# Available records
*-*-*

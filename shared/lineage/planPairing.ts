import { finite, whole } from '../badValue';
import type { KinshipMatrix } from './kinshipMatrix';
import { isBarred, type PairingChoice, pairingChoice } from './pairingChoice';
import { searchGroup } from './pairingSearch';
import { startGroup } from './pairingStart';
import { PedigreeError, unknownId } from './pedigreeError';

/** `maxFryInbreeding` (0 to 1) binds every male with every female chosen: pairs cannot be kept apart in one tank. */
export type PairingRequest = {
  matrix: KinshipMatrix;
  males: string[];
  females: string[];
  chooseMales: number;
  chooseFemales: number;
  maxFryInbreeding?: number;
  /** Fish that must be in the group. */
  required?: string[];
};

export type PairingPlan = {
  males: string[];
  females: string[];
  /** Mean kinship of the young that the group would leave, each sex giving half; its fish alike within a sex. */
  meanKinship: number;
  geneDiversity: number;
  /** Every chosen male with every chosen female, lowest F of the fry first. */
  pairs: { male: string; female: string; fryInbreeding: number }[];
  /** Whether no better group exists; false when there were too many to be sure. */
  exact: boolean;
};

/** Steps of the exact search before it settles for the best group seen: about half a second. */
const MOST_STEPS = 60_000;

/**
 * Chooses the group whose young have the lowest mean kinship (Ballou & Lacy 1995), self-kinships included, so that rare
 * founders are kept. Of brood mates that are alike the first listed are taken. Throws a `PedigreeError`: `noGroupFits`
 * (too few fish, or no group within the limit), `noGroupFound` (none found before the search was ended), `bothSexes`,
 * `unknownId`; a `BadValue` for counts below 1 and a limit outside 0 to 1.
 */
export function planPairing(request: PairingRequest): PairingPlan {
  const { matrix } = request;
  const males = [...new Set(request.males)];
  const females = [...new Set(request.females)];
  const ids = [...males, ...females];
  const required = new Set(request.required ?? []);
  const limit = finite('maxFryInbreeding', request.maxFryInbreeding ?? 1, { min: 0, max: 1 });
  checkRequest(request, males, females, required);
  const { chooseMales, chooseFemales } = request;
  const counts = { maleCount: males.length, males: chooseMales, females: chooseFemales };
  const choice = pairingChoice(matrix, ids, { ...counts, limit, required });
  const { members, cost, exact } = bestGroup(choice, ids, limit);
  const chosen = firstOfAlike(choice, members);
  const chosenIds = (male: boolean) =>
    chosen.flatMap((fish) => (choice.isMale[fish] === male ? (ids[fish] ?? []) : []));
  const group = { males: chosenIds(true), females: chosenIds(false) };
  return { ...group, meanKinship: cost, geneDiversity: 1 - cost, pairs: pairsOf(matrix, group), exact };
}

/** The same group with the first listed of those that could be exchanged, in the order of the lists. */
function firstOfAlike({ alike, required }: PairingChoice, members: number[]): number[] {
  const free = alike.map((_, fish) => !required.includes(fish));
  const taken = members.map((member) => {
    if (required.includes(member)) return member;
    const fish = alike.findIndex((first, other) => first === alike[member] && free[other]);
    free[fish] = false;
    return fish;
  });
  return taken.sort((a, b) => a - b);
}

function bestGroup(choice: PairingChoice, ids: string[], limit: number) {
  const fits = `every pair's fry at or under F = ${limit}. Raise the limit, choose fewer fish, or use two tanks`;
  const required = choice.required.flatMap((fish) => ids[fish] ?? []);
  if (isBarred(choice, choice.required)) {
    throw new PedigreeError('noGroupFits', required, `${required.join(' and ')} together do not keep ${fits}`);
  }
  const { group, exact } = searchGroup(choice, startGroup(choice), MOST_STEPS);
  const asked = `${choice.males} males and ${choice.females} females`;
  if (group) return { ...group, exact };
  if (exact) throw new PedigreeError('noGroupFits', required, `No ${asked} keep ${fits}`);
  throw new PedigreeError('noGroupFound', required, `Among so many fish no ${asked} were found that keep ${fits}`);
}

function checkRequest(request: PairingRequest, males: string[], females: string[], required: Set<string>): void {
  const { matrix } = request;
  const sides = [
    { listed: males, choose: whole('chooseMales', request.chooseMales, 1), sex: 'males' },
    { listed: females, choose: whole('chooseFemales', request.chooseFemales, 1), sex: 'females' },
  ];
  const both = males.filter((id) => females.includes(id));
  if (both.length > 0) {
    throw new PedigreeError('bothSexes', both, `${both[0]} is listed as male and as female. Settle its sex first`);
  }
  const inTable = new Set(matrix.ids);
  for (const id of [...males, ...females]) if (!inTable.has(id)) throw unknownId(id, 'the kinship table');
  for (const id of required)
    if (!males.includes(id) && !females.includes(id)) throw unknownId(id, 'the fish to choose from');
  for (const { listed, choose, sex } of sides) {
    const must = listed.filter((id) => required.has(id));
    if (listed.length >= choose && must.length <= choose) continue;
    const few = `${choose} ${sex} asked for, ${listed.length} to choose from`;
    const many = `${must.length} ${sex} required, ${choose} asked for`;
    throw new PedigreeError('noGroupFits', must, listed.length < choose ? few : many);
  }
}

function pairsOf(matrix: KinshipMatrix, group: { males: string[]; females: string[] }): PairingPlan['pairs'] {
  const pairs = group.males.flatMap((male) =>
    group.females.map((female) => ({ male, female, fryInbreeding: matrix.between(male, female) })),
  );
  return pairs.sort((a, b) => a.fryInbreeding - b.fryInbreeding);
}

*-*-*

# Your instructions
Output all records exactly, with nothing added or dropped.

# Your response
filename shared/lineage/planPairing.ts
import { finite, whole } from '../badValue';
import type { KinshipMatrix } from './kinshipMatrix';
import { isBarred, type PairingChoice, pairingChoice } from './pairingChoice';
import { searchGroup } from './pairingSearch';
import { startGroup } from './pairingStart';
import { PedigreeError, unknownId } from './pedigreeError';

/** `maxFryInbreeding` (0 to 1) binds every male with every female chosen: pairs cannot be kept apart in one tank. */
export type PairingRequest = {
  matrix: KinshipMatrix;
  males: string[];
  females: string[];
  chooseMales: number;
  chooseFemales: number;
  maxFryInbreeding?: number;
  /** Fish that must be in the group. */
  required?: string[];
};

export type PairingPlan = {
  males: string[];
  females: string[];
  /** Mean kinship of the young that the group would leave, each sex giving half; its fish alike within a sex. */
  meanKinship: number;
  geneDiversity: number;
  /** Every chosen male with every chosen female, lowest F of the fry first. */
  pairs: { male: string; female: string; fryInbreeding: number }[];
  /** Whether no better group exists; false when there were too many to be sure. */
  exact: boolean;
};

/** Steps of the exact search before it settles for the best group seen: about half a second. */
const MOST_STEPS = 60_000;

/**
 * Chooses the group whose young have the lowest mean kinship (Ballou & Lacy 1995), self-kinships included, so that rare
 * founders are kept. Of brood mates that are alike the first listed are taken. Throws a `PedigreeError`: `noGroupFits`
 * (too few fish, or no group within the limit), `noGroupFound` (none found before the search was ended), `bothSexes`,
 * `unknownId`; a `BadValue` for counts below 1 and a limit outside 0 to 1.
 */
export function planPairing(request: PairingRequest): PairingPlan {
  const { matrix } = request;
  const males = [...new Set(request.males)];
  const females = [...new Set(request.females)];
  const ids = [...males, ...females];
  const required = new Set(request.required ?? []);
  const limit = finite('maxFryInbreeding', request.maxFryInbreeding ?? 1, { min: 0, max: 1 });
  checkRequest(request, males, females, required);
  const { chooseMales, chooseFemales } = request;
  const counts = { maleCount: males.length, males: chooseMales, females: chooseFemales };
  const choice = pairingChoice(matrix, ids, { ...counts, limit, required });
  const { members, cost, exact } = bestGroup(choice, ids, limit);
  const chosen = firstOfAlike(choice, members);
  const chosenIds = (male: boolean) =>
    chosen.flatMap((fish) => (choice.isMale[fish] === male ? (ids[fish] ?? []) : []));
  const group = { males: chosenIds(true), females: chosenIds(false) };
  return { ...group, meanKinship: cost, geneDiversity: 1 - cost, pairs: pairsOf(matrix, group), exact };
}

/** The same group with the first listed of those that could be exchanged, in the order of the lists. */
function firstOfAlike({ alike, required }: PairingChoice, members: number[]): number[] {
  const free = alike.map((_, fish) => !required.includes(fish));
  const taken = members.map((member) => {
    if (required.includes(member)) return member;
    const fish = alike.findIndex((first, other) => first === alike[member] && free[other]);
    free[fish] = false;
    return fish;
  });
  return taken.sort((a, b) => a - b);
}

function bestGroup(choice: PairingChoice, ids: string[], limit: number) {
  const fits = `every pair's fry at or under F = ${limit}. Raise the limit, choose fewer fish, or use two tanks`;
  const required = choice.required.flatMap((fish) => ids[fish] ?? []);
  if (isBarred(choice, choice.required)) {
    throw new PedigreeError('noGroupFits', required, `${required.join(' and ')} together do not keep ${fits}`);
  }
  const { group, exact } = searchGroup(choice, startGroup(choice), MOST_STEPS);
  const asked = `${choice.males} males and ${choice.females} females`;
  if (group) return { ...group, exact };
  if (exact) throw new PedigreeError('noGroupFits', required, `No ${asked} keep ${fits}`);
  throw new PedigreeError('noGroupFound', required, `Among so many fish no ${asked} were found that keep ${fits}`);
}

function checkRequest(request: PairingRequest, males: string[], females: string[], required: Set<string>): void {
  const { matrix } = request;
  const sides = [
    { listed: males, choose: whole('chooseMales', request.chooseMales, 1), sex: 'males' },
    { listed: females, choose: whole('chooseFemales', request.chooseFemales, 1), sex: 'females' },
  ];
  const both = males.filter((id) => females.includes(id));
  if (both.length > 0) {
    throw new PedigreeError('bothSexes', both, `${both[0]} is listed as male and as female. Settle its sex first`);
  }
  const inTable = new Set(matrix.ids);
  for (const id of [...males, ...females]) if (!inTable.has(id)) throw unknownId(id, 'the kinship table');
  for (const id of required)
    if (!males.includes(id) && !females.includes(id)) throw unknownId(id, 'the fish to choose from');
  for (const { listed, choose, sex } of sides) {
    const must = listed.filter((id) => required.has(id));
    if (listed.length >= choose && must.length <= choose) continue;
    const few = `${choose} ${sex} asked for, ${listed.length} to choose from`;
    const many = `${must.length} ${sex} required, ${choose} asked for`;
    throw new PedigreeError('noGroupFits', must, listed.length < choose ? few : many);
  }
}

function pairsOf(matrix: KinshipMatrix, group: { males: string[]; females: string[] }): PairingPlan['pairs'] {
  const pairs = group.males.flatMap((male) =>
    group.females.map((female) => ({ male, female, fryInbreeding: matrix.between(male, female) })),
  );
  return pairs.sort((a, b) => a.fryInbreeding - b.fryInbreeding);
}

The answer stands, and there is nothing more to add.